AWS Athena Knowledgebase
AWS Athena Knowledgebase
KNOWLEDGEBASE
Supplementary Material to AWS ReStart
Amazon Athena is an interactive query service that makes it easy to analyze data in Amazon
S3 using standard SQL.
Athena is serverless, so there is no infrastructure to manage, and you pay only for the
queries that you run.
Athena is easy to use – simply point to your data in Amazon S3, define the schema, and start
querying using standard SQL.
Amazon Athena uses Presto with full standard SQL support and works with a variety of
standard data formats, including CSV, JSON, ORC, Apache Parquet and Avro.

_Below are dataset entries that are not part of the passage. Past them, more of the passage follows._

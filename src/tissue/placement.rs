//! Where a daughter goes: next to its mother, pushing cells along a shortest lattice path towards
//! the vacant site nearest the body's centre.

use super::lattice::Lattice;
use super::route::{Compass, PACE, Routes};

/// Marks a place of the grid that holds no cell.
const VACANT: u32 = u32::MAX;

/// The bit by which [`VACANT`] differs from every cell's number.
const VACANT_BIT: u32 = 31;

/// Who stands where in the body that is growing.
#[derive(Debug, Clone)]
pub(super) struct Crowd {
    occupant: Vec<u32>,
    compass: Compass,
    routes: Routes,
    /// Scratch of the searches that serve where no straight path stays inside the body.
    way: Vec<u32>,
    came_from: Vec<u32>,
    /// The path of the push at hand, `paces` long, to the target. It may linger on the mother's
    /// place before it sets out.
    path: Vec<[Stop; PACE]>,
    paces: usize,
}

/// A place on a path and who stands there.
#[derive(Debug, Clone, Copy)]
struct Stop {
    place: u32,
    there: u32,
}

/// A daughter to be placed.
#[derive(Debug, Clone, Copy)]
pub(super) struct Newcomer {
    /// Its number.
    pub(super) cell: u32,
    /// The number of its mother.
    pub(super) mother: u32,
    /// The place of its mother.
    pub(super) beside: u32,
    /// The empty place that the push ends at.
    pub(super) target: u32,
    /// Random bits that decide between equally short paths.
    pub(super) ties: u32,
}

impl Crowd {
    pub(super) fn on(lattice: &Lattice) -> Self {
        let stop = Stop { place: VACANT, there: VACANT };
        Self {
            occupant: vec![VACANT; lattice.grid_len()],
            compass: Compass::on_grid(lattice.strides()),
            routes: Routes::up_to(lattice.span()),
            way: Vec::new(),
            came_from: Vec::new(),
            path: vec![[stop; PACE]; 2 * lattice.span() / PACE + 1],
            paces: 0,
        }
    }

    pub(super) fn occupied(&self, place: u32) -> bool {
        self.occupant[place as usize] != VACANT
    }

    /// Empties the places that the last body may have held.
    pub(super) fn clear(&mut self, places: &[u32]) {
        for &place in places {
            self.occupant[place as usize] = VACANT;
        }
    }

    /// Puts `cell` on the empty `place`.
    pub(super) fn put(&mut self, place: u32, cell: u32) {
        self.occupant[place as usize] = cell;
    }

    /// Who stands on a place; `u32::MAX` where nobody does.
    pub(super) fn occupant(&self, place: u32) -> u32 {
        self.occupant[place as usize]
    }

    /// Puts `cell` on a place, or takes whoever stood there away (`u32::MAX`).
    pub(super) fn replace(&mut self, place: u32, cell: u32) {
        self.occupant[place as usize] = cell;
    }

    /// Whether a path as short as the lattice allows leads through cells from a newcomer's mother to
    /// its target.
    pub(super) fn reaches(&mut self, lattice: &Lattice, newcomer: Newcomer) -> bool {
        self.go_straight(lattice, newcomer) || self.find_way(lattice, newcomer)
    }

    /// Puts a newcomer next to its mother, shifting every cell on a shortest path from there to the
    /// target by one site; `places` (place of each cell) follows.
    #[expect(
        clippy::inline_always,
        reason = "growth is a tenth faster, and all of a pooled run is growth"
    )]
    #[inline(always)]
    pub(super) fn push_in(&mut self, lattice: &Lattice, newcomer: Newcomer, places: &mut [u32]) {
        // While its mother's place is the newcomer's, a path that lingers there does no harm.
        self.occupant[newcomer.beside as usize] = newcomer.cell;
        if !self.go_straight(lattice, newcomer) {
            self.go_round(lattice, newcomer);
        }
        let mut moved = newcomer.cell;
        for stops in &self.path[..self.paces] {
            for stop in stops {
                places[moved as usize] = stop.place;
                self.occupant[stop.place as usize] = moved;
                moved = stop.there;
            }
        }
        self.occupant[newcomer.beside as usize] = newcomer.mother;
    }

    /// Finds the straightest shortest path; `false` where that leaves the body.
    #[expect(
        clippy::inline_always,
        reason = "growth is a tenth faster, and all of a pooled run is growth"
    )]
    #[inline(always)]
    fn go_straight(&mut self, lattice: &Lattice, newcomer: Newcomer) -> bool {
        let Bearing { legs, order, turns } = bearing(lattice, newcomer);
        let steps = self.compass.steps(order, turns);
        let kinds = self.routes.between(legs);
        let mut here = newcomer.beside;
        let mut gaps = 0;
        for (stops, kinds) in self.path.iter_mut().zip(kinds) {
            for (stop, &kind) in stops.iter_mut().zip(kinds) {
                here = here.wrapping_add_signed(steps[usize::from(kind & 7)]);
                let there = self.occupant[here as usize];
                *stop = Stop { place: here, there };
                gaps += there >> VACANT_BIT;
            }
        }
        self.paces = kinds.len();
        // The target is a gap of its own.
        gaps == 1
    }

    /// Finds a shortest path through occupied sites: step by step, or by searching where that comes
    /// to a dead end.
    #[cold]
    fn go_round(&mut self, lattice: &Lattice, newcomer: Newcomer) {
        if !self.find_way(lattice, newcomer) {
            self.search_way(lattice, newcomer);
        }
        let lingering = self.way.len().next_multiple_of(PACE) - self.way.len();
        self.way.splice(..0, std::iter::repeat_n(newcomer.beside, lingering));
        let (paces, _) = self.way.as_chunks::<PACE>();
        let stop = |place: u32| Stop { place, there: self.occupant[place as usize] };
        let (here, longer) = paces.split_at(paces.len().min(self.path.len()));
        for (stops, places) in self.path.iter_mut().zip(here) {
            *stops = places.map(stop);
        }
        self.path.extend(longer.iter().map(|places| places.map(stop)));
        self.paces = paces.len();
    }

    /// Finds a shortest path step by step through occupied sites; `false` at a dead end.
    fn find_way(&mut self, lattice: &Lattice, newcomer: Newcomer) -> bool {
        let goal = newcomer.target;
        let mut here = newcomer.beside;
        self.way.clear();
        while here != goal {
            let nearer = lattice.steps_between(here, goal) - 1;
            let next = (0..12)
                .map(|turn| lattice.neighbour(here, (turn + newcomer.ties as usize) % 12))
                .find(|&next| {
                    (next == goal || self.occupied(next))
                        && lattice.steps_between(next, goal) == nearer
                });
            let Some(next) = next else { return false };
            self.way.push(next);
            here = next;
        }
        true
    }

    /// Breadth-first search through occupied places, shortest inside the body.
    fn search_way(&mut self, lattice: &Lattice, newcomer: Newcomer) {
        let Newcomer { beside, target, ties, .. } = newcomer;
        self.came_from.clear();
        self.came_from.resize(self.occupant.len(), VACANT);
        self.came_from[beside as usize] = beside;
        let mut queue = std::collections::VecDeque::from([beside]);
        while self.came_from[target as usize] == VACANT
            && let Some(here) = queue.pop_front()
        {
            for turn in 0..12 {
                let next = lattice.neighbour(here, (turn + ties as usize) % 12);
                let open = self.came_from[next as usize] == VACANT;
                if open && (next == target || self.occupied(next)) {
                    self.came_from[next as usize] = here;
                    queue.push_back(next);
                }
            }
        }
        self.way.clear();
        let mut here = target;
        while here != beside {
            self.way.push(here);
            here = self.came_from[here as usize];
        }
        self.way.reverse();
    }
}

/// Where a target lies as seen from a mother.
struct Bearing {
    /// Absolute coordinate differences in falling order.
    legs: [usize; 3],
    /// Which axis has the longer leg, see [`Compass::steps`].
    order: usize,
    /// Which axes are walked backwards: bit by axis.
    turns: usize,
}

/// Along an axis without difference the leg points outwards, since routes lag on short legs: that is
/// how a path that must go sideways stays among cells. Equal legs are ordered by the random bits.
#[inline]
fn bearing(lattice: &Lattice, newcomer: Newcomer) -> Bearing {
    let start = lattice.coordinates(newcomer.beside).map(i32::from);
    let goal = lattice.coordinates(newcomer.target).map(i32::from);
    let ways = [0, 1, 2].map(|axis| goal[axis] - start[axis]);
    let turns = [0, 1, 2].map(|axis| {
        let heading = if ways[axis] == 0 { goal[axis] } else { ways[axis] };
        usize::from(heading < 0) << axis
    });
    let legs = ways.map(i32::unsigned_abs);
    let [x, y, z] = [0, 1, 2].map(|axis| legs[axis] << 2 | newcomer.ties >> (2 * axis) & 3);
    let order = usize::from(x >= y) | usize::from(y >= z) << 1 | usize::from(x >= z) << 2;
    let long = legs[0].max(legs[1]).max(legs[2]);
    let short = legs[0].min(legs[1]).min(legs[2]);
    let middle = legs[0] + legs[1] + legs[2] - long - short;
    Bearing {
        legs: [long, middle, short].map(|leg| leg as usize),
        order,
        turns: turns[0] | turns[1] | turns[2],
    }
}

#[cfg(test)]
mod tests;
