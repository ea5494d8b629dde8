//! Shortest lattice paths, straight as the lattice allows, looked up by displacement.
//!
//! With `a >= b >= c` the absolute coordinate differences in falling order, a step changes two
//! coordinates by one, so the distance in steps is `max(a, (a + b + c) / 2)`.

/// Kinds of steps that a route is made of, as differences along its longest, middle and shortest leg.
const KINDS: [[i32; 3]; 5] = [[1, 1, 0], [1, 0, 1], [0, 1, 1], [1, -1, 0], [1, 0, -1]];

/// Routes are walked this many steps at a time: nearly all pushes in bodies of up to a hundred cells
/// take one pace, which the processor can foresee.
pub(super) const PACE: usize = 4;

/// The kind of step that stays where it is.
const LINGER: u8 = 7;

/// Grid differences of the kinds of steps; padded to a power of two so that look-ups need no check.
pub(super) type StepTable = [i32; 8];

/// What the kinds of steps mean on a grid, for each order of the axes by their legs and each
/// direction along them.
#[derive(Debug, Clone)]
pub(super) struct Compass {
    tables: [StepTable; 64],
}

impl Compass {
    /// The compass of a grid whose places differ by `strides` per unit step along x, y and z.
    pub(super) fn on_grid(strides: [i32; 3]) -> Self {
        let tables = std::array::from_fn(|index| {
            let (order, turns) = (index >> 3, index & 7);
            let [x_to_y, y_to_z, x_to_z] = [0, 1, 2].map(|bit| order >> bit & 1);
            // How many axes have a longer leg; orders that contradict themselves are never asked for.
            let ranks = [2 - x_to_y - x_to_z, x_to_y + 1 - y_to_z, y_to_z + x_to_z];
            let mut units = [0; 3];
            for axis in 0..3 {
                let backwards = turns >> axis & 1 == 1;
                units[ranks[axis]] = if backwards { -strides[axis] } else { strides[axis] };
            }
            let [a, b, c] = units;
            [a + b, a + c, b + c, a - b, a - c, 0, 0, 0]
        });
        Self { tables }
    }

    /// The step table where bits 0, 1 and 2 of `order` say that the leg along x is at least as long as
    /// that along y, y as z, and x as z, and bits 0, 1 and 2 of `turns` that x, y and z fall.
    #[inline]
    pub(super) const fn steps(&self, order: usize, turns: usize) -> &StepTable {
        &self.tables[(order << 3 | turns) & 63]
    }
}

/// Step sequences for every displacement between two sites of a body.
#[derive(Debug, Clone)]
pub(super) struct Routes {
    paces: Vec<[u8; PACE]>,
    /// Start and end of each displacement's paces, by the displacement's rank.
    bounds: Vec<[u32; 2]>,
    /// Rank of the first displacement of each longest leg.
    first_ranks: Vec<usize>,
}

impl Routes {
    /// Routes between sites whose coordinates differ by at most `span`.
    pub(super) fn up_to(span: usize) -> Self {
        let (mut paces, mut bounds, mut first_ranks) = (Vec::new(), Vec::new(), Vec::new());
        for long in 0..=span {
            first_ranks.push(bounds.len());
            for middle in 0..=long {
                for short in 0..=middle {
                    let start = paces.len() as u32;
                    if (long + middle + short) % 2 == 0 {
                        let steps = straightest([long, middle, short].map(|leg| leg as i32));
                        paces.extend(in_paces(&steps));
                    }
                    bounds.push([start, paces.len() as u32]);
                }
            }
        }
        Self { paces, bounds, first_ranks }
    }

    /// Kinds of steps for differences `long >= middle >= short`, in whole paces: routes linger at
    /// their start as long as it takes.
    #[inline]
    pub(super) fn between(&self, [long, middle, short]: [usize; 3]) -> &[[u8; PACE]] {
        let rank = self.first_ranks[long] + middle * (middle + 1) / 2 + short;
        let [start, end] = self.bounds[rank];
        &self.paces[start as usize..end as usize]
    }
}

/// The same steps in whole paces, with as much lingering before them as that takes.
fn in_paces(steps: &[u8]) -> Vec<[u8; PACE]> {
    let lingering = steps.len().next_multiple_of(PACE) - steps.len();
    let kinds: Vec<u8> =
        std::iter::repeat_n(LINGER, lingering).chain(steps.iter().copied()).collect();
    kinds.as_chunks().0.to_vec()
}

/// Steps of the shortest path that keeps closest to the straight line.
///
/// Among equally close sites it takes the one that lags on the shorter legs: where these lead
/// outwards, that keeps the path inside the body.
fn straightest(goal: [i32; 3]) -> Vec<u8> {
    let length = steps_apart([0; 3], goal);
    let mut here = [0; 3];
    let mut steps = Vec::new();
    for taken in 1..=length {
        let share = f64::from(taken) / f64::from(length);
        let nearest = KINDS
            .iter()
            .enumerate()
            .map(|(kind, step)| (kind, [0, 1, 2].map(|leg| here[leg] + step[leg])))
            .filter(|(_, site)| steps_apart(*site, goal) == length - taken)
            .map(|(kind, site)| {
                let off_line: f64 = site
                    .iter()
                    .zip(goal)
                    .map(|(at, end)| (f64::from(*at) - share * f64::from(end)).powi(2))
                    .sum();
                (off_line + LAG_WEIGHT * f64::from(site[1] + site[2]), kind, site)
            })
            .min_by(|one, other| one.0.total_cmp(&other.0));
        if let Some((_, kind, site)) = nearest {
            steps.push(kind as u8);
            here = site;
        }
    }
    steps
}

/// How much lagging on the shorter legs counts beside the distance from the line.
const LAG_WEIGHT: f64 = 1e-3;

/// Distance in steps: `max(a, b, c, (a + b + c) / 2)` of the absolute differences.
fn steps_apart(from: [i32; 3], to: [i32; 3]) -> i32 {
    let legs = [0, 1, 2].map(|leg| (from[leg] - to[leg]).abs());
    let half: i32 = legs.iter().sum::<i32>() / 2;
    legs.into_iter().fold(half, i32::max)
}

#[cfg(test)]
mod tests {
    use super::*;

    #[test]
    fn every_route_is_as_long_as_the_lattice_distance_and_ends_where_it_should() {
        let routes = Routes::up_to(16);
        for long in 0..=16_usize {
            for middle in 0..=long {
                for short in (0..=middle).filter(|short| (long + middle + short) % 2 == 0) {
                    let kinds = routes.between([long, middle, short]).as_flattened();
                    let first = kinds.iter().position(|kind| *kind != LINGER);
                    let steps = &kinds[first.unwrap_or(kinds.len())..];
                    assert!(kinds.len() < steps.len() + PACE);
                    assert_eq!(steps.len(), long.max((long + middle + short) / 2));
                    let end = steps.iter().fold([0; 3], |end: [i32; 3], &kind| {
                        [0, 1, 2].map(|leg| end[leg] + KINDS[usize::from(kind)][leg])
                    });
                    assert_eq!(end, [long as i32, middle as i32, short as i32]);
                }
            }
        }
    }
}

While Amazon Athena is ideal for quick, ad-hoc querying and integrates with Amazon
QuickSight for easy visualization, it can also handle complex analysis, including large joins,
window functions, and arrays.
Amazon Athena uses a managed Data Catalog to store information and schemas about the
databases and tables that you create for your data stored in Amazon S3.
With Amazon Athena, you don’t have to worry about managing or tuning clusters to get fast
performance.
Athena automatically executes queries in parallel, so that you get query results in seconds,
even on large datasets.
With Athena, there’s no need for complex ETL jobs to prepare data for analysis.
This makes it easy for anyone with SQL skills to quickly analyze large-scale datasets.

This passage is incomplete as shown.